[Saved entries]
▬▬▬

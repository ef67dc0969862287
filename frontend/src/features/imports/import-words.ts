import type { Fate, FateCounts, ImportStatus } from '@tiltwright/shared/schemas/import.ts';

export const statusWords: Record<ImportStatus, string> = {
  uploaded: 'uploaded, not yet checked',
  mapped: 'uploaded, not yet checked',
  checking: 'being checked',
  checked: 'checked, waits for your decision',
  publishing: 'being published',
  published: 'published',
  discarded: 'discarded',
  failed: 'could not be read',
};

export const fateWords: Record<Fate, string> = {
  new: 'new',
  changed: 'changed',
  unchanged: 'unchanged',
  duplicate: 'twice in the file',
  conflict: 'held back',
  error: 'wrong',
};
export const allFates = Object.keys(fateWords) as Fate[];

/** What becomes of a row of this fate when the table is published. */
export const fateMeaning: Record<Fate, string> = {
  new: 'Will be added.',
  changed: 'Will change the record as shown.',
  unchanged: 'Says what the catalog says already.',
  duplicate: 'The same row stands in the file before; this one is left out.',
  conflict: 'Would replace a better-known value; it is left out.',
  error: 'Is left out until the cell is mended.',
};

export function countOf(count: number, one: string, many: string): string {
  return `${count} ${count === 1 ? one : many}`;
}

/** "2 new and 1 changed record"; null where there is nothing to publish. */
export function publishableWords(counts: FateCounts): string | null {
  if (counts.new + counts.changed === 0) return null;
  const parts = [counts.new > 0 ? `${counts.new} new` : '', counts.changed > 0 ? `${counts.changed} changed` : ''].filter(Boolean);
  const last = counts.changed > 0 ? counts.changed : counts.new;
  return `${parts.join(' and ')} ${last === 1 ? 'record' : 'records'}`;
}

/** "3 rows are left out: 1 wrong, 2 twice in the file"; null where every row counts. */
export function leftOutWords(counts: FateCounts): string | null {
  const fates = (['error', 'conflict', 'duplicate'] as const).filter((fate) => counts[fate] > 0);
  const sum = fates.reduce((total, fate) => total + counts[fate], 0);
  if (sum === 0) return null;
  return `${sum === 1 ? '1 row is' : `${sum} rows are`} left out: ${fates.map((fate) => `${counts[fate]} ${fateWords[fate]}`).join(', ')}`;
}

▬▬▬

• Requirement: Which lines of the data contain the string "fateWords"? Copy each of them.

• Result of this exercise:
export const fateWords: Record<Fate, string> = {
export const allFates = Object.keys(fateWords) as Fate[];
  return `${sum === 1 ? '1 row is' : `${sum} rows are`} left out: ${fates.map((fate) => `${counts[fate]} ${fateWords[fate]}`).join(', ')}`;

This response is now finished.